丈夫老陳剛從外地出差回來,推開門就被濃烈的油煙熏得倒退兩步,
看到我戴著口罩坐在沙發上幹嘔,氣得渾身發抖。
老陳扔下行李箱,轉身就往樓下衝,
我沒拉住他,趕緊扶著牆跟出去,
樓下燒烤攤正值客流高峰,烏煙瘴氣。
老陳撥開人群,指著老王的鼻子質問,
“你憑什麼把排煙管接到我家通風口?”
“誰給你們物業的權力斷我家的水電?”
老王早有準備,極誇張地往後縮,
“大哥,我錯了。”
“我就是個賣烤串的,您是大領導,求您別砸我的攤子。
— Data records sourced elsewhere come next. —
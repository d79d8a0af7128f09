// A fast reader for the plain subset of YAML that designs are written in: block mappings and
// sequences indented with spaces, one-line flow lists and mappings (`between: [a, b]`,
// `site: {lat: 47.1, lon: 8.3}`), plain and simply quoted scalars, comments. Why: the `yaml`
// package builds a full document (every node an object with its range, plus a token stream)
// before it converts to plain values; for 100,000 elements that was seconds and about a
// gigabyte. This reader produces the plain values directly and keeps, beside each list and
// mapping, only the offsets the design reader asks for (where an item and each value start,
// and how a number was written), so `file:line:col` stays exact.
// It declines — returns undefined — on anything outside the subset (anchors, aliases, tags,
// block scalars, escapes, multi-line flow, tabs, odd numbers such as 0x10 or .inf, duplicate
// keys, deep nesting), and the caller then reads the text with the `yaml` package as before.
// Every value it does produce is the value `yaml` (YAML 1.2 core schema) gives for the same
// text; test/topology/fast-yaml.test.ts compares the two on every fixture and on variants.

/** Offsets of a list's or mapping's children while it is read (packed when it is done). */
interface Where {
  /** Offset where the collection itself starts (its first key, `-`, `[` or `{`). */
  start: number;
  /** Keys in order (mappings) — lists use indices. */
  keys: string[] | null;
  /** Offset of each child value (by index, or in the order of `keys`). */
  at: number[];
  /** How each number child was written (same indexing); null while there is none. */
  src: (string | undefined)[] | null;
}

export interface FastYaml {
  data: unknown;
  /** Offsets of the line starts (ascending), for offset → line and column. */
  lineStarts: Int32Array;
  /** Where the child `key` of a list or mapping read here starts, and how a number was written. */
  child(container: object, key: string | number): { at: number; src: string | undefined } | undefined;
  /** Where a list or mapping read here starts. */
  start(container: object): number | undefined;
}
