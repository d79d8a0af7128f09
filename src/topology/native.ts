// Our own design format, YAML (.net.yaml) or the same structure as JSON (.net.json).
// Both are read with the `yaml` package (JSON is YAML 1.2's flow subset), because it keeps
// every node's source offset — so schema errors point at the line a user has to fix — and
// because it caps alias expansion (a "billion laughs" document must fail, not eat memory).
// The structure is validated against design.schema.json with ajv, then checked for what a
// schema cannot say (ids unique, link and demand ends declared).

import type { ErrorObject } from 'ajv';
import {
  isAlias,
  isCollection,
  isMap,
  isPair,
  isScalar,
  LineCounter,
  parseDocument,
  visit,
  type Document,
  type Node as YamlNode,
} from 'yaml';
import { DesignError } from '../errors.js';
import { designValidator } from './design-validator.js';
import type { DesignFormat, SourcePos, Topology } from './model.js';
import { TopologyBuilder, type BuilderOptions } from './builder.js';
import { didYouMean } from './suggest.js';
import { firstNonNormal, quantityProblem, type Quantity } from './quantities.js';
import { MAX_NESTING, positionOf, yamlNestingExceeded } from './nesting.js';
import { lineColumn, readFastYaml, type FastYaml } from './fast-yaml.js';

/**
 * Aliases a document may expand. Real designs rarely use anchors at all; the yaml package's
 * default (100) already stops exponential growth, and a lower cap fails sooner.
 */
export const MAX_ALIAS_COUNT = 50;

type Path = (string | number)[];

/** What the design reader asks of either YAML reader about where things are written. */
interface Positions {
  pos(path: Path): SourcePos;
  keyPos(path: Path, name: string): SourcePos;
  source(path: Path): string | undefined;
  written(path: Path, prefix: string, suffix: string): string;
}

/** Positions from the fast reader's offsets (paths that exist; errors go to the full reader). */
class FastLocator implements Positions {
  constructor(private readonly y: FastYaml) {}

  /** The parent collection of the value at `path` and the child's index in its offsets. */
  private slot(path: Path): { at: number; src: string | undefined } | undefined {
    let cur: unknown = this.y.data;
    let found: { at: number; src: string | undefined } | undefined;
    for (const key of path) {
      if (cur === null || typeof cur !== 'object') return undefined;
      found = this.y.child(cur, key);
      if (!found) return undefined;
      cur = (cur as Record<string | number, unknown>)[key];
    }
    return found;
  }

  pos(path: Path): SourcePos {
    const s = this.slot(path);
    if (s) return lineColumn(this.y.lineStarts, s.at);
    const w =
      path.length === 0 && typeof this.y.data === 'object' && this.y.data ? this.y.start(this.y.data) : undefined;
    return w !== undefined ? lineColumn(this.y.lineStarts, w) : { line: 1, column: 1 };
  }

  keyPos(path: Path): SourcePos {
    return this.pos(path);
  }

  source(path: Path): string | undefined {
    return this.slot(path)?.src;
  }

  written(path: Path, prefix: string, suffix: string): string {
    const s = this.source(path);
    return s === undefined ? '' : `${prefix}${s}${suffix}`;
  }
}

/** Finds source positions in the parsed YAML document. */
class Locator implements Positions {
  constructor(
    private readonly doc: Document,
    private readonly lines: LineCounter,
  ) {}

  at(offset: number): SourcePos {
    const p = this.lines.linePos(offset);
    return { line: p.line, column: p.col };
  }

  private child(node: unknown, key: string | number): unknown {
    if (isAlias(node)) node = node.resolve(this.doc);
    if (!isCollection(node)) return undefined;
    // A list index is direct: scanning the items would make every lookup O(n), and a
    // design's positions O(n²) (minutes for a few tens of thousands of nodes).
    if (typeof key === 'number' && !isMap(node)) return node.items[key];
    for (const item of node.items) {
      if (isPair(item)) {
        const k = isScalar(item.key) ? item.key.value : item.key;
        if (String(k) === String(key)) return item.value;
      }
    }
    return undefined;
  }

  /** The YAML node at a path (the deepest one that exists) and whether it was found whole. */
  node(path: Path): { node: YamlNode | undefined; exact: boolean } {
    let cur: unknown = this.doc.contents;
    let last: YamlNode | undefined = (cur as YamlNode | null) ?? undefined;
    for (const key of path) {
      const next = this.child(cur, key);
      if (next === undefined || next === null) return { node: last, exact: false };
      cur = next;
      last = next as YamlNode;
    }
    return { node: last, exact: true };
  }

  /** The source text of the plain scalar at `path` (a number as written), if there is one. */
  source(path: Path): string | undefined {
    const found = this.node(path);
    let node = found.node;
    if (!found.exact) return undefined;
    if (isAlias(node)) node = node.resolve(this.doc) as YamlNode | undefined;
    return isScalar(node) && typeof node.source === 'string' ? node.source : undefined;
  }

  /** `prefix + source + suffix` when the scalar at `path` has source text, else ''. */
  written(path: Path, prefix: string, suffix: string): string {
    const s = this.source(path);
    return s === undefined ? '' : `${prefix}${s}${suffix}`;
  }

  pos(path: Path): SourcePos {
    const { node } = this.node(path);
    return node?.range ? this.at(node.range[0]) : { line: 1, column: 1 };
  }

  /** Where the key `name` of the map at `path` is written. */
  keyPos(path: Path, name: string): SourcePos {
    let { node } = this.node(path);
    if (isAlias(node)) node = node.resolve(this.doc) as YamlNode | undefined;
    if (isMap(node)) {
      for (const item of node.items) {
        const k = item.key;
        if (isScalar(k) && String(k.value) === name && k.range) return this.at(k.range[0]);
      }
    }
    return this.pos(path);
  }
}

/** `links[2].length_km` from ajv's `/links/2/length_km`. */
function pathText(path: Path): string {
  let s = '';
  for (const k of path) s += typeof k === 'number' ? `[${k}]` : s === '' ? k : `.${k}`;
  return s === '' ? 'the design' : s;
}

function splitPointer(pointer: string): Path {
  if (pointer === '') return [];
  return pointer
    .slice(1)
    .split('/')
    .map((seg) => seg.replace(/~1/g, '/').replace(/~0/g, '~'))
    .map((seg) => (/^\d+$/.test(seg) ? Number(seg) : seg));
}

function describe(v: unknown): string {
  if (v === null) return 'empty (null)';
  if (Array.isArray(v)) return 'a list';
  if (typeof v === 'string') return `the text "${v.length > 40 ? `${v.slice(0, 40)}…` : v}"`;
  if (typeof v === 'object') return 'a mapping';
  return `${typeof v} ${String(v)}`;
}

const TYPE_WORDS: Readonly<Record<string, string>> = {
  number: 'a number',
  integer: 'a whole number',
  string: 'text',
  boolean: 'true or false',
  object: 'a mapping (key: value)',
  array: 'a list',
  'string,integer': 'an id (text or a whole number)',
};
”
老陳強忍怒火,掏出手機開啟錄像:
“你少給我裝蒜,我根本沒碰你!”
可他話音未落,老王的幾個兄弟已經一擁而上,
借著拉架的由頭,不僅砸飛了老陳的手機,
還故意把黑漆漆的炭灰抹在他潔白的襯衫上。
老王躺在地上瘋狂抽搐,嘴裏吐著不知哪來的紅血絲慘叫:
“領導殺人啦!救命啊!”
幾十個黑洞洞的手機鏡頭瞬間像槍口一樣懟到老陳臉上,
直播間裏刺耳的謾罵聲,直接通過擴音喇叭在外放:
“太囂張了!打死這個資本家的走狗!”
“我們都拍下來了!這就是證據!”
“必須曝光他!讓他身敗名裂!”
第二天一早,熱搜第一條徹底爆了,
標題是:【當領導的丈夫仗勢欺人,毆打底層殘疾商販】。
老陳的單位電話被打爆,網絡輿論瞬間發酵。
上午十點,老陳上級緊急找他談話,
老陳被緊急停職查辦,連手機都被沒收。
更絕望的是,老王竟然花錢買到了我媽的住址。
他帶著一群舉著自拍杆的極端粉絲,
打著替天行道的旗號,直接堵在了我媽小區樓下,
“大家看,這就是那個惡毒孕婦的娘家!有其母必有其女!”
我媽本就心臟不好,被這群人圍堵著指著鼻子辱罵,
急得一口氣沒上來,當場心臟病複發倒在地上。
要不是好心鄰居拚死叫來救護車,她連醫院都到不了。
我坐在家裏停電的沙發上,渾身發冷,
手機屏幕亮起,收到老王發來的一條語音,
“大姐,看到了吧,這就叫民意。”
“你那一桶糞,不但沒熏死我,反而幫我賺了三百萬打賞。”
我點開第二條語音,手指止不住地顫抖,
“現在你老公工作沒了,你媽媽進醫院了。”
“你那套房子成了全網皆知的惡毒寡婦房,賣都賣不掉。”
“十二萬,外加房子過戶給我當豪華包間。”
“我給你老公發個諒解書,去網上澄清一下。”
“不然,明天我就帶著兄弟,去你老公單位門口靜坐。”
“讓他這輩子都翻不了身。”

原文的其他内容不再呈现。